Shiva and Chaos
One of the notions in Chaos theory (and I’m still reading up on it so take what follows with a pinch of salt) is that simple patterns can be repeated over and over again to create complex systems. My reference is James Gleick’s
“Chaos-The Amazing Science of the Unpredictable.”
In it he talks about the reason that our DNA, or DNA in general can store so much information is that information for creating the parts of our body is encoded in patterns that can be used over and over again at different scales.
This “scaling effect” is apparently apparent in organs like our liver and in the structure of our veins and arteries.
In plant life, one researcher showed how smaller pictures of a fern could be layed in to produce a picture of a bigger fern.
(I may need some proper references or at least web links here.)
Anyway, reading all of this I became quite excited because it occured to me that Dance of Shiva can display this scaling effect. It offers an infinite amount of possibility just from a few simple moves.
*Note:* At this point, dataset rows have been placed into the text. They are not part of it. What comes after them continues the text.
rigmat_status cmd_modes(int argc, char **argv, struct cli_env *env);
rigmat_status cmd_modes(int argc, char **argv, struct cli_env *env)
{
    struct cli_common c;
    const char *rate = NULL;
    int validity = 0;
    const struct cli_opt opts[] = {
        { 0, "rate", CLI_OPT_STRING, &rate, "FREQ",
          "also the discrete eigenvalues z = exp(s T) at this sample rate" },
        { 0, "validity", CLI_OPT_FLAG, &validity, NULL,
          "also the validity range of the linear model (slower: nonlinear runs)" },
        CLI_COMMON_ROWS(&c),
        CLI_OPT_END_ROW
    };
    static const char *const formats[] = { "text", "json", NULL };
    rigmat_model *m = NULL;
    rigmat_lti *lti = NULL;
    rigmat_modes *md = NULL;
    rigmat_result *r = NULL;
    rigmat_system *sys = NULL;
    rigmat_validity_item *items = NULL;
    rigmat_error e;
    const char *file = NULL;
    double rate_hz = 0.0;
    int done = 0;
    rigmat_status st;
    int fmt;

    memset(&c, 0, sizeof c);
    memset(&e, 0, sizeof e);
    st = cli_model_command(argc, argv, opts, modes_usage, formats, env, &c, &file, &fmt, &done);
    if (st != RIGMAT_OK || done)
        return st;
    if (rate != NULL) {
        st = cli_quantity(env, "rate", rate, RIGMAT_Q_FREQUENCY, &rate_hz);
        if (st != RIGMAT_OK)
            return st;
        if (!(rate_hz > 0.0) || !gsl_finite(rate_hz)) {
            fprintf(env->err, "rigmat modes: --rate must be positive\n");
            cli_usage(env->err, modes_usage, opts);
            return RIGMAT_EUSAGE;
        }
        env->opt.rate_hz = rate_hz;
    }
    st = cli_load_model(env, file, &c, &m);
    if (st != RIGMAT_OK)
        return st;
    st = cli_linearize(env, m, &lti);
    if (st != RIGMAT_OK)
        goto done;
    st = rigmat_modes_compute(lti, rate_hz > 0.0 ? 1.0 / rate_hz : 0.0, NULL, &md, &e);
    if (st != RIGMAT_OK) {
        cli_report(env, &e);
        goto done;
    }
    r = modes_result(m, md);
    if (r == NULL) {
        fprintf(env->err, "rigmat modes: out of memory\n");
        st = RIGMAT_ENOMEM;
        goto done;
    }
    if (validity) {
        /* how far the linear model holds (src/study/validity.h), with the
         * documented defaults of `simulate --validity` */
        const rigmat_validity_opts vo = rigmat_validity_opts_default();
        const size_t cap = m->layout.nx + m->layout.nu + 1;
        size_t n = 0;

        items = calloc(cap, sizeof *items);
        if (items == NULL) {
            fprintf(env->err, "rigmat modes: out of memory\n");
            st = RIGMAT_ENOMEM;
            goto done;
        }
        st = rigmat_system_alloc(m, &sys, &e);
        if (st == RIGMAT_OK)
            st = rigmat_validity_all(sys, lti, &m->layout, &vo, items, cap, &n, &e);
        if (st != RIGMAT_OK) {
            cli_report(env, &e);
            goto done;
        }
        rigmat_result_text(r, "\n");
        cli_validity_describe(r, m, &vo, items, n);
    }
    st = cli_emit(env, r, &c, file);
done:
    free(items);
    rigmat_system_free(sys);
    rigmat_result_free(r);
    rigmat_modes_free(md);
    rigmat_lti_free(lti);
    rigmat_model_free(m);
    return st;
}
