/* the inertia (9, row-major) of body b in world axes at its origin and its
 * velocity-product force (3) */
static void body_inertia(const rigmat_rec *r, size_t b, double complex Ib[9], double complex p[3])
{
    const rigmat_rec_view *v = &r->v;
    const rigmat_body *bd = &v->m->bodies[b];
    const double ms = bd->mass_kg;
    const rigmat_mech_cs trig = rigmat_mech_cossin(v->bth[b]);
    const double complex c = trig.c, sn = trig.s, om = v->bom[b];
    const double complex cx = c * bd->com_m[0] - sn * bd->com_m[1];
    const double complex cy = sn * bd->com_m[0] + c * bd->com_m[1];

    Ib[0] = bd->inertia_kgm2 + ms * (cx * cx + cy * cy);
    Ib[1] = Ib[3] = -ms * cy;
    Ib[2] = Ib[6] = ms * cx;
    Ib[4] = Ib[8] = ms;
    Ib[5] = Ib[7] = 0;
    p[0] = 0;
    p[1] = -ms * om * om * cx;
    p[2] = -ms * om * om * cy;
}

/* P += X^T S X for X = [[k, 0, 0], [-uy, 1, 0], [ux, 0, 1]] and symmetric S */
static void add_transported(double complex P[9], const double complex S[9], double k,
        double complex ux, double complex uy)
{
    /* T = S X, column by column: X's columns are (k, -uy, ux), e2, e3 */
    double complex T[9];
    size_t i;

    for (i = 0; i < 3; i++) {
        T[3 * i] = k * S[3 * i] - uy * S[3 * i + 1] + ux * S[3 * i + 2];
        T[3 * i + 1] = S[3 * i + 1];
        T[3 * i + 2] = S[3 * i + 2];
    }
    /* P += X^T T: X^T's rows are (k, -uy, ux), e2, e3 */
    for (i = 0; i < 3; i++) {
        P[i] += k * T[i] - uy * T[3 + i] + ux * T[6 + i];
        P[3 + i] += T[3 + i];
        P[6 + i] += T[6 + i];
    }
}

/* f += X^T g */
static void add_transported_force(double complex f[3], const double complex g[3], double k,
        double complex ux, double complex uy)
{
    f[0] += k * g[0] - uy * g[1] + ux * g[2];
    f[1] += g[1];
    f[2] += g[2];
}

static void mat3_vec(const double complex M[9], const double complex x[3], double complex y[3])
{
    y[0] = M[0] * x[0] + M[1] * x[1] + M[2] * x[2];
    y[1] = M[3] * x[0] + M[4] * x[1] + M[5] * x[2];
    y[2] = M[6] * x[0] + M[7] * x[1] + M[8] * x[2];
}

static rigmat_status pivot_error(const rigmat_rec *r, size_t c, double piv, double dmax,
        rigmat_error *err)
{
    const rigmat_joint *jt = &r->v.m->joints[r->v.cjoint[c]];

    if (!isfinite(piv)) {
        (void)RIGMAT_FAIL(err, RIGMAT_ENUMERIC,
                "the inertia seen by joint '%s' overflows (%g): a mass or inertia beyond "
                "double range", jt->name, piv);
        rigmat_error_hint(err, "check the masses and inertias of the bodies it moves");
    } else {
        (void)RIGMAT_FAIL(err, RIGMAT_ENUMERIC,
                "the mass matrix is singular: the motion of joint '%s' has no inertia of its "
                "own (pivot %.3g of the largest diagonal, condition estimate %.3g)", jt->name,
                dmax > 0.0 ? piv / dmax : 0.0, piv > 0.0 ? dmax / piv : HUGE_VAL);
        rigmat_error_hint(err, "give the bodies it moves a mass or an inertia, or drive the "
                               "joint");
    }
    if (err != NULL)
        err->where = jt->loc;
    return RIGMAT_ENUMERIC;
}

rigmat_status rigmat_rec_eval(rigmat_rec *r, rigmat_error *err)
{
    const rigmat_rec_view *v = &r->v;
    const rigmat_model *m = v->m;
    const size_t nb = v->nb;
    double dmax = 0.0;
    rigmat_status st;
    size_t i, k;

    kinematics(r);
    st = forces(r, err);
    if (st != RIGMAT_OK)
        return st;

    /* up the tree: body inertias, composite inertias, largest diagonal */
    for (i = 0; i < 9 * nb; i++)
        r->IA[i] = r->IC[i] = 0;
    for (i = 0; i < 3 * nb; i++)
        r->pA[i] = 0;
    for (k = nb - 1; k-- > 0;) {
        const size_t b = v->order[k];
        const rigmat_joint *jt = &m->joints[v->bjoint[b]];
        const size_t c = v->coord[v->bjoint[b]];
        double complex Ib[9], p[3];
        body_inertia(r, b, Ib, p);
        for (i = 0; i < 9; i++) {
            r->IC[9 * b + i] += Ib[i];
            r->IA[9 * b + i] += Ib[i];
        }
        for (i = 0; i < 3; i++)
            r->pA[3 * b + i] += p[i] - r->fb[3 * b + i];
        if (c != RIGMAT_NONE && jt->driven == RIGMAT_DRIVEN_NONE) {
            double complex Is[3];
            mat3_vec(r->IC + 9 * b, r->sc + 3 * b, Is);
            {
                const double diag = creal(r->sc[3 * b] * Is[0] + r->sc[3 * b + 1] * Is[1] +
                        r->sc[3 * b + 2] * Is[2]);
                if (diag > dmax || !isfinite(diag))
                    dmax = isfinite(diag) ? diag : HUGE_VAL;
            }
        }
        if (jt->parent != 0)
            add_transported(r->IC + 9 * jt->parent, r->IC + 9 * b, r->kappa[b], r->ux[2 * b],
                    r->ux[2 * b + 1]);
    }

    /* up the tree: articulated inertias and bias forces */
    for (k = nb - 1; k-- > 0;) {
        const size_t b = v->order[k];
        const rigmat_joint *jt = &m->joints[v->bjoint[b]];
        const size_t c = v->coord[v->bjoint[b]], p = jt->parent;
        double complex *IA = r->IA + 9 * b, *pA = r->pA + 3 * b, *s = r->sc + 3 * b;
        double complex *cb = r->cb + 3 * b, cq[3], Ic[3], pa[3];

        for (i = 0; i < 3; i++)
            cq[i] = cb[i];
        if (c != RIGMAT_NONE && jt->driven != RIGMAT_DRIVEN_NONE)
            for (i = 0; i < 3; i++)
                cq[i] += s[i] * v->qdd[c];
        if (c != RIGMAT_NONE && jt->driven == RIGMAT_DRIVEN_NONE) {
            double complex *U = r->Ub + 3 * b, D, u;
            double piv;
            mat3_vec(IA, s, U);
            D = s[0] * U[0] + s[1] * U[1] + s[2] * U[2];
            piv = creal(D);
            if (!isfinite(piv) || !(piv > RIGMAT_MECH_PIVOT_RTOL * dmax))
                return pivot_error(r, c, piv, dmax, err);
            u = r->tau[c] - (s[0] * pA[0] + s[1] * pA[1] + s[2] * pA[2]);
            r->Db[b] = D;
            r->ub[b] = u;
            /* I^a = I^A - U U^T / D (in place: I^A is not needed after) */
            for (i = 0; i < 9; i++)
                IA[i] -= U[i / 3] * U[i % 3] / D;
            mat3_vec(IA, cq, Ic);
            for (i = 0; i < 3; i++)
                pa[i] = pA[i] + Ic[i] + U[i] * u / D;
        } else {
            mat3_vec(IA, cq, Ic);
            for (i = 0; i < 3; i++)
                pa[i] = pA[i] + Ic[i];
        }
        if (p != 0) {
            add_transported(r->IA + 9 * p, IA, r->kappa[b], r->ux[2 * b], r->ux[2 * b + 1]);
            add_transported_force(r->pA + 3 * p, pa, r->kappa[b], r->ux[2 * b],
                    r->ux[2 * b + 1]);
        }
    }

    /* down the tree: accelerations and the free qdd */
    r->acc[0] = r->acc[1] = r->acc[2] = 0;
    for (k = 0; k + 1 < nb; k++) {
        const size_t b = v->order[k];
        const rigmat_joint *jt = &m->joints[v->bjoint[b]];
        const size_t c = v->coord[v->bjoint[b]], p = jt->parent;
        const double complex *Ap = r->acc + 3 * p, *s = r->sc + 3 * b, *cb = r->cb + 3 * b;
        const double complex ux = r->ux[2 * b], uy = r->ux[2 * b + 1];
        double complex *A = r->acc + 3 * b;

        A[0] = r->kappa[b] * Ap[0] + cb[0];
        A[1] = Ap[1] - uy * Ap[0] + cb[1];
        A[2] = Ap[2] + ux * Ap[0] + cb[2];
        if (c == RIGMAT_NONE)
            continue;
        if (jt->driven == RIGMAT_DRIVEN_NONE) {
            const double complex *U = r->Ub + 3 * b;
            v->qdd[c] = (r->ub[b] - (U[0] * A[0] + U[1] * A[1] + U[2] * A[2])) / r->Db[b];
        }
        for (i = 0; i < 3; i++)
            A[i] += s[i] * v->qdd[c];
    }
    return RIGMAT_OK;
}

void rigmat_rec_point_accel(const rigmat_rec *r, size_t b, const double at_m[2],
        double complex a[2])
{
    const rigmat_rec_view *v = &r->v;
    const rigmat_mech_cs trig = rigmat_mech_cossin(v->bth[b]);
    const double complex c = trig.c, sn = trig.s, om = v->bom[b];
    const double complex ux = c * at_m[0] - sn * at_m[1], uy = sn * at_m[0] + c * at_m[1];
    const double complex *A = r->acc + 3 * b;

    a[0] = A[1] - A[0] * uy - om * om * ux;
    a[1] = A[2] + A[0] * ux - om * om * uy;
}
Allow me to use the Warp 1 sequence to illustrate. In this sequence, there are four movements, (where the movement to the left of the dash is that of the left arm and the movement to the right that of the right arm):
- Change Forwards-Transquarter
- Change Forwards-Change Forwards
- Change Forwards-Backwards
- Forwards-Change Backwards
We repeat this sequence of movements 4 times to return the arms to the position from which they started.
In the table, each column represents one repetion of this sequence. The movements are highlighted in blue in the column on the left. We start at position 1-1 (top left red square,) and move to b-3, 3-d, d-c and finish at a-4. The next column or repetition starts at a-4 (the second red square from the left.)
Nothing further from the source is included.